I can’t help think of Washington, D.C. as I traverse Madrid on the N3 night bus back to my hotel, set in Ciudad Lineal, a quiet apartment block suburb much like Arlington, VA just outide the ring road. Both are great capital cities, but one was built by bureaucrats and acountants and one by kings and their artists. The meandering path from where the N3 night bus drops me requires I ask for directions three times before I manage to traverse the three blocks back to my hotel, via a rounabout intended to gather up and redirect the traffic directed by the radial imperatives of a monumental city . ¿Qual izquirda when five street meet? I am not sure it helped that the bus stopped across from an all night gas station where I picked up a tall boy of Malhou to combat the jet lag confusion of seven time zones and my first two sets of direrctions in Spanish.

My first mistake was setting my phone (which does not work in Spain) and my tablet an  hour slow.

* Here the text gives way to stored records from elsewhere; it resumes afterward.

_TABLE_KEYS = {
    "heat_capacity_J_per_K",
    "u_heat_capacity_J_per_K",
    "loss_W_per_K",
    "u_loss_W_per_K",
    "cooling_fit_after_s",
    "env_col",
    "env_temp_C",
    "u_env_temp_K",
    "flags_col",
    "sample_mass_g",
    "u_sample_mass_g",
    "kind",
    "threshold_C",
    "band_low_C",
    "band_high_C",
    "u_temp_K",
    "resolution_K",
    "rate_window_s",
    "gap_factor",
    "interpolate_gaps",
    "segment",
    "datum_C",
    "activation_K",
    "u_activation_K",
    "reference_C",
    "probe_time_constant_s",
    "u_probe_time_constant_s",
}


def _num(table: Mapping[str, Any], key: str, where: str) -> float | None:
    value = table.get(key)
    if value is None:
        return None
    if isinstance(value, bool) or not isinstance(value, int | float) or not math.isfinite(value):
        raise InputError(f"{where}: {key} must be a number, got {value!r}")
    return float(value)


def settings_from_table(
    table: Mapping[str, Any], where: str
) -> tuple[ProfileSettings, dict[str, str]]:
    """A run file's ``[profile]`` table → settings, plus the column names it names.

    Returns ``(settings, columns)`` where ``columns`` may hold ``env`` and ``flags`` column names
    for the caller to read from the log. Every problem is one :class:`InputError` line.
    """
    w = f"{where} [profile]"
    unknown = sorted(set(table) - _TABLE_KEYS)
    if unknown:
        raise InputError(f"{w}: does not know {unknown}; use {sorted(_TABLE_KEYS)}")

    def num(key: str) -> float | None:
        return _num(table, key, w)

    def quantity(key: str, unit: str) -> Input | None:
        value = num(key)
        if value is None:
            return None
        u = num(f"u_{key}") or 0.0
        if u < 0:
            raise InputError(f"{w}: u_{key} must not be negative")
        return Input(value, u, unit)

    c = quantity("heat_capacity_J_per_K", "J/K")
    if c is None:
        raise InputError(f"{w}: needs heat_capacity_J_per_K (box, contents and sample)")
    loss = quantity("loss_W_per_K", "W/K")
    tau = quantity("probe_time_constant_s", "s")
    if tau is not None and "u_probe_time_constant_s" not in table:
        raise InputError(f"{w}: probe_time_constant_s needs u_probe_time_constant_s")
    if loss is not None and "u_loss_W_per_K" not in table:
        raise InputError(
            f"{w}: loss_W_per_K needs its standard uncertainty u_loss_W_per_K "
            "(write u_loss_W_per_K = 0 to accept a G without uncertainty; the result is flagged)"
        )
    mass = quantity("sample_mass_g", "g")
    columns = {k: str(table[f"{k}_col"]) for k in ("env", "flags") if table.get(f"{k}_col")}
    env = num("env_temp_C")
    if env is None and "env" not in columns:
        raise InputError(f"{w}: needs env_temp_C or env_col")
    if env is not None and "env" in columns:
        raise InputError(f"{w}: give env_temp_C or env_col, not both")
    kind = str(table.get("kind", "generic"))
    th = None
    if any(k in table for k in ("threshold_C", "band_low_C", "band_high_C")):
        lo, hi = num("band_low_C"), num("band_high_C")
        if (lo is None) != (hi is None):
            raise InputError(f"{w}: give both band_low_C and band_high_C")
        band = None if lo is None or hi is None else (lo, hi)
        th = Thresholds(num("threshold_C"), band, "given")
    interpolate = table.get("interpolate_gaps", False)
    if not isinstance(interpolate, bool):
        raise InputError(f"{w}: interpolate_gaps must be true or false")
    segment = table.get("segment", 0)
    if isinstance(segment, bool) or not isinstance(segment, int):
        raise InputError(f"{w}: segment must be a whole number")
    u_env = num("u_env_temp_K")
    u_temp = num("u_temp_K")
    gap = num("gap_factor")
    datum, act, ref = num("datum_C"), num("activation_K"), num("reference_C")
    settings = ProfileSettings(
        heat_capacity=c,
        loss=loss,
        cooling_fit_after_s=num("cooling_fit_after_s"),
        env_C=env,
        u_env_K=DEFAULT_U_ENV_K if u_env is None else u_env,
        sample_g=mass,
        kind=kind,
        thresholds=th,
        u_temp_K=DEFAULT_U_TEMP_K if u_temp is None else u_temp,
        resolution_K=num("resolution_K") or 0.0,
        rate_window_s=num("rate_window_s"),
        gap_factor=DEFAULT_GAP_FACTOR if gap is None else gap,
        gap_policy=GapPolicy.INTERPOLATE if interpolate else GapPolicy.EXCLUDE,
        segment=segment,
        datum_C=DEFAULT_DATUM_C if datum is None else datum,
        activation_K=DEFAULT_ACTIVATION_K if act is None else act,
        u_activation_K=num("u_activation_K") or 0.0,
        reference_C=DEFAULT_REFERENCE_C if ref is None else ref,
        probe_tau=None if tau is None else replace(tau, note="run file"),
    )
    return settings, columns


__all__ = [
    "DEFAULT_THRESHOLDS",
    "ProfileResult",
    "ProfileSettings",
    "analyse_profile",
    "analyse_thermogram",
    "settings_from_table",
]
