"""The probe's own time constant: correcting its lag and measuring it from a plunge test.

A probe in a sheath follows the contents with a first-order lag, τ·dT_p/dt = T − T_p, so the
contents' temperature is recovered as T ≈ T_p + τ·dT_p/dt (first-order sensor model; the GUM
treats the correction as any other: applied, and its uncertainty in the budget;
docs/REFERENCES.md: JCGM100). The slope is taken from a local quadratic fit over a window of
about τ (Savitzky–Golay through scipy.signal; docs/REFERENCES.md: SAVGOL1964), never from
sample-by-sample differences, which only amplify noise.

The uncertainty of τ enters the heat as ∂Q/∂τ = C·(s(t) − s(0)) + G·(T_p(t) − T_p(0)), with s the
smoothed slope; the budget in :mod:`heatlog.profile.heat` carries it.

:func:`plunge_fit` measures τ from a plunge test: a probe moved from one stirred bath (or air)
into another, its reading fitted as a first-order step response (scipy.optimize.least_squares; docs/REFERENCES.md:
SCIPY), T(t) = T_f + (T_i − T_f)·exp(−(t − t₀)/τ) for t ≥ t₀ (T_i before), with t₀ free.

Pure: arrays in, frozen dataclasses out.
"""

from __future__ import annotations

import math
from dataclasses import dataclass

import numpy as np
from scipy.optimize import least_squares
from scipy.signal import savgol_filter

from heatlog.errors import InputError, ReductionError
from heatlog.gum import Input
from heatlog.profile.noise import reading_noise

#: Readings outside this range (°C) are no probe temperature: the file is damaged or in other
#: units (common practice, no source).
PLAUSIBLE_C = (-273.15, 1500.0)
#: Fewest samples of the smoothing window for the slope.
MIN_WINDOW_SAMPLES = 7


@dataclass(frozen=True, eq=False)
class LagCorrection:
    """What the lag correction did: τ, the smoothing window and the slope it used."""

    tau: Input
    window_s: float
    slope_K_per_s: np.ndarray
    measured_C: np.ndarray
    corrected_C: np.ndarray
    smoothing_K: np.ndarray | None = None  # τ·(s_w − s_2w)/3: what the smoothing may flatten

    @property
    def max_shift_K(self) -> float:
        return float(np.max(np.abs(self.corrected_C - self.measured_C)))

    def to_dict(self) -> dict[str, object]:
        return {
            "probe_time_constant_s": self.tau.value,
            "u_probe_time_constant_s": self.tau.u,
            "source": self.tau.note,
            "slope_window_s": self.window_s,
            "max_correction_K": self.max_shift_K,
            "model": "first-order probe: T = T_probe + τ·dT_probe/dt (slope: local quadratic fit)",
        }


def _window_samples(step_s: float, window_s: float, n: int) -> int:
    w = max(int(round(window_s / step_s)), MIN_WINDOW_SAMPLES)
    largest = n if n % 2 else n - 1
    w = min(w, largest)
    return w if w % 2 else w - 1


def smoothed_slope(time_s: np.ndarray, temp_C: np.ndarray, window_s: float) -> np.ndarray:
    """dT/dt (K/s) from a local quadratic fit over ``window_s`` (at least 7 samples)."""
    t = np.asarray(time_s, dtype=np.float64)
    y = np.asarray(temp_C, dtype=np.float64)
    if t.size < MIN_WINDOW_SAMPLES + 2:
        raise ReductionError(
            f"the probe-lag correction needs at least {MIN_WINDOW_SAMPLES + 2} samples"
        )
    step = float(np.median(np.diff(t)))
    w = _window_samples(step, window_s, t.size)
    return savgol_filter(y, w, 2, deriv=1, delta=step, mode="interp")


def correct_lag(time_s: np.ndarray, temp_C: np.ndarray, tau: Input) -> LagCorrection:
    """T = T_p + τ·dT_p/dt with the slope smoothed over max(τ, 7 samples).

    What the smoothing may still flatten where the curve bends fast is estimated from the slope
    over twice the window, τ·(s_w − s_2w)/3 (the w² error of a local quadratic's slope;
    Richardson's step), and kept for the budget as a rectangular half-width.
    """
    if not (math.isfinite(tau.value) and tau.value >= 0):
        raise InputError(f"the probe time constant must be zero or positive, got {tau.value:g} s")
    if not (math.isfinite(tau.u) and tau.u >= 0):
        raise InputError(f"the uncertainty of the probe time constant must be ≥ 0, got {tau.u:g}")
    t = np.asarray(time_s, dtype=np.float64)
    y = np.asarray(temp_C, dtype=np.float64)
    step = float(np.median(np.diff(t)))
    if tau.value > 0.1 * (t[-1] - t[0]):
        raise InputError(
            f"a probe time constant of {tau.value:g} s is over a tenth of the log "
            f"({t[-1] - t[0]:g} s); check the value (seconds) or log longer"
        )
    window = max(tau.value, MIN_WINDOW_SAMPLES * step)
    slope = smoothed_slope(t, y, window)
    wider = smoothed_slope(t, y, 2.0 * window)
    # a local quadratic's slope errs as w² on a curve's cubic part: s_w − s_2w ≈ −3 × that error
    smoothing = tau.value * (slope - wider) / 3.0
    return LagCorrection(tau, window, slope, y, y + tau.value * slope, smoothing)


@dataclass(frozen=True, eq=False)
class PlungeFit:
    """τ (s) of a probe from a plunge test, with the step's start and the two levels."""

    tau_s: float
    u_tau_s: float
    start_s: float
    initial_C: float
    final_C: float
    residual_K: float
    noise_K: float
    samples: int
    warnings: tuple[str, ...] = ()

    def to_dict(self) -> dict[str, object]:
        return {
            "time_constant_s": self.tau_s,
            "u_time_constant_s": self.u_tau_s,
            "step_start_s": self.start_s,
            "initial_C": self.initial_C,
            "final_C": self.final_C,
            "residual_rms_K": self.residual_K,
            "reading_noise_K": self.noise_K,
            "samples": self.samples,
            "warnings": list(self.warnings),
            "model": "first-order step response T_f + (T_i − T_f)·exp(−(t − t₀)/τ), t ≥ t₀",
        }


def _step(p: np.ndarray, t: np.ndarray) -> np.ndarray:
    ti, tf, t0, tau = p
    return tf + (ti - tf) * np.exp(-np.maximum(t - t0, 0.0) / tau)


def plunge_fit(time_s: np.ndarray, temp_C: np.ndarray) -> PlungeFit:
    """Fit a first-order step response to a plunge test (see the module docstring).

    u(τ) combines the fit's covariance (scaled by the residual variance) with the misfit of the
    first-order model: τ refitted on the response from 10 %, 30 % and 50 % of the step onwards
    (a real probe in a sheath has a second time constant and a plunge is not instantaneous),
    the largest change taken as a standard uncertainty. A step under 20 times the reading noise, or fewer than 5
    samples within 3τ, is refused.
    """
    t = np.asarray(time_s, dtype=np.float64)
    y = np.asarray(temp_C, dtype=np.float64)
    if t.size < 20 or y.shape != t.shape:
        raise InputError("a plunge test needs at least 20 samples of time and temperature")
    if not (np.all(np.isfinite(t)) and np.all(np.isfinite(y))) or np.any(np.diff(t) <= 0):
        raise InputError("a plunge test needs finite values and strictly increasing time")
    bad = np.flatnonzero((y < PLAUSIBLE_C[0]) | (y > PLAUSIBLE_C[1]))
    if bad.size:
        raise InputError(
            f"the plunge test's reading {y[bad[0]]:.3g} °C (data row {bad[0] + 1}) is no "
            f"temperature a probe reads ({PLAUSIBLE_C[0]:g} to {PLAUSIBLE_C[1]:g} °C); fix the file"
        )
    if t[-1] - t[0] > 1e7:
        raise InputError("the plunge test spans over 10⁷ s; give the time in seconds")
    noise = reading_noise(y)
    n_edge = max(3, t.size // 20)
    ti0, tf0 = float(np.median(y[:n_edge])), float(np.median(y[-n_edge:]))
    step = tf0 - ti0
    if abs(step) < 20.0 * max(noise, 1e-3):
        raise ReductionError(
            f"the plunge test's step ({step:.3g} K) is under 20× the reading noise "
            f"({noise:.2g} K); plunge into a bath further from the start temperature"
        )
    frac = (y - ti0) / step
    i10 = int(np.argmax(frac > 0.1))
    i63 = int(np.argmax(frac > 1.0 - math.exp(-1.0)))
    t0_guess = float(t[max(i10 - 1, 0)])
    tau_guess = max(float(t[i63] - t[i10]) * 1.1, float(np.median(np.diff(t))))
    p0 = np.array([ti0, tf0, t0_guess, tau_guess])

    def fit(mask: np.ndarray, p_start: np.ndarray) -> tuple[np.ndarray, np.ndarray, float]:
        res = least_squares(lambda p: _step(p, t[mask]) - y[mask], p_start, method="lm")
        dof = max(int(mask.sum()) - 4, 1)
        s2 = float(res.fun @ res.fun) / dof
        try:
            cov = s2 * np.linalg.inv(res.jac.T @ res.jac)
        except np.linalg.LinAlgError:
            raise ReductionError(
                "the plunge fit is degenerate; log the step with more samples"
            ) from None
        return res.x, cov, math.sqrt(s2)

    p, cov, rms = fit(np.ones(t.size, dtype=bool), p0)
    tau, t0 = float(p[3]), float(p[2])
    if not (tau > 0 and math.isfinite(tau)):
        raise ReductionError("the plunge fit gives no positive time constant; check the log")
    within = np.count_nonzero((t >= t0) & (t <= t0 + 3.0 * tau))
    if within < 5:
        raise ReductionError(
            f"only {within} samples fall within 3τ of the step (τ ≈ {tau:.3g} s); "
            "log the plunge faster"
        )
    warnings = []
    u_model = 0.0
    done = (_step(p, t) - p[0]) / (p[1] - p[0])
    for level in (0.1, 0.3, 0.5):
        late = (t < t0) | (done >= level)
        if np.count_nonzero(late & (t >= t0)) < 5:
            continue
        try:
            p_late, _, _ = fit(late, p)
        except ReductionError:
            continue
        u_model = max(u_model, abs(float(p_late[3]) - tau))
    u_tau = math.hypot(math.sqrt(max(float(cov[3, 3]), 0.0)), u_model)
    if not (math.isfinite(u_tau) and math.isfinite(rms)):
        raise ReductionError("the plunge fit has no finite uncertainty; check the log")
    floor = max(noise, 1e-3)
    if rms > 3.0 * floor:
        warnings.append(
            f"residual rms {rms:.2g} K is {rms / floor:.1f}× the reading noise: the response is "
            "not first order (sheath, slow plunge); τ is an effective value"
        )
    return PlungeFit(
        tau, u_tau, t0, float(p[0]), float(p[1]), rms, noise, int(t.size), tuple(warnings)
    )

I was up from my jet lag sieta an hour late,  and took 40 minutes to realie it. I decided to take the autobus anyway to save money, and managed to find the Cafe Bogui Jazz in time to grb a hasty tortilla patatas and two cup of strong coffee before the show in a clearly local cafe. The  second small cup of black dynamite was a bad idea, but I was still in my jet lag haze, trying to converse in my collegio Spanish with the waitress in what a learly a neighborhood joint. Three beers at Bogui Jazz did not help much, nor did the adverture of discovering my 53 bus did not run at night, figuring out that I needed to take the N3, followed by a amble through the neighborhood, tall boy in hand, in search of my hotel. Now know the way, and that  I can  grab a beer if Ithink sleep wil be slow coming and find my way back all in 10 minutes.

The “free jazz” night of Bogui Jazz was more of a straight-ahead modern set with a few moment of transcedently improvizational glory. The saxophonist told me on break they had played with Donald Harrison, Jr. In their hometown of Leon, so I was clearly in the right spot. I was thrilled enough to write a poem on scraps of paper inspied by one duet beteen the singer and the drummer, and pressed it in her hands while thanking her in village idiot Spanish and then English for making a perfect first night in Madrid. I was clearly in The Zone.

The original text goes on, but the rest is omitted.